───── Given entries ─────

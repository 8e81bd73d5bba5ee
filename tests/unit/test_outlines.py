"""Lines thinned for a page look like the whole ones."""

import itertools

import numpy as np

from vasohm.results.outlines import seen_points

TOLERANCE = 0.3


def farthest(place: np.ndarray, kept: np.ndarray) -> float:
    """Largest distance of a line's points from the straight pieces between its kept ones, slowly and plainly."""
    knots, worst = np.flatnonzero(kept), 0.0
    for start, end in itertools.pairwise(knots):
        for point in place[start : end + 1]:
            along = place[end] - place[start]
            share = np.clip(np.dot(point - place[start], along) / max(np.dot(along, along), 1e-30), 0.0, 1.0)
            worst = max(worst, float(np.linalg.norm(point - place[start] - share * along)))
    return worst


def test_what_is_left_out_of_a_line_is_not_seen() -> None:
    """A page would show another course or width than was measured."""
    turn = np.linspace(0.0, 1.5 * np.pi, 400)
    bow = np.column_stack([80.0 * np.cos(turn), 80.0 * np.sin(turn), 4.0 + np.sin(5.0 * turn)])
    straight = np.column_stack([np.linspace(0.0, 50.0, 60), np.zeros(60), np.full(60, 2.0)])
    pair = np.array([[1.0, 2.0, 3.0], [4.0, 5.0, 6.0]])
    lines = [bow, straight, pair]
    place = np.concatenate(lines)
    offsets = np.concatenate([[0], np.cumsum([len(line) for line in lines])])
    kept = np.split(seen_points(*place.T, offsets, TOLERANCE), offsets[1:-1])
    assert [int(one.sum()) for one in kept[1:]] == [2, 2]
    assert kept[0][[0, -1]].all()
    assert kept[0].sum() < 60
    assert farthest(bow, kept[0]) <= TOLERANCE
    fewer = kept[0].copy()
    fewer[np.flatnonzero(fewer)[1:-1:2]] = False
    assert farthest(bow, fewer) > TOLERANCE  # teeth: half as many would be seen to be wrong
    assert not seen_points(*np.zeros((3, 0)), np.array([0]), TOLERANCE).size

─────

■ Task brief ■
Find the lines above that hold "fewer", then copy each of them.

■ Task solution ■
    fewer = kept[0].copy()
    fewer[np.flatnonzero(fewer)[1:-1:2]] = False
    assert farthest(bow, fewer) > TOLERANCE  # teeth: half as many would be seen to be wrong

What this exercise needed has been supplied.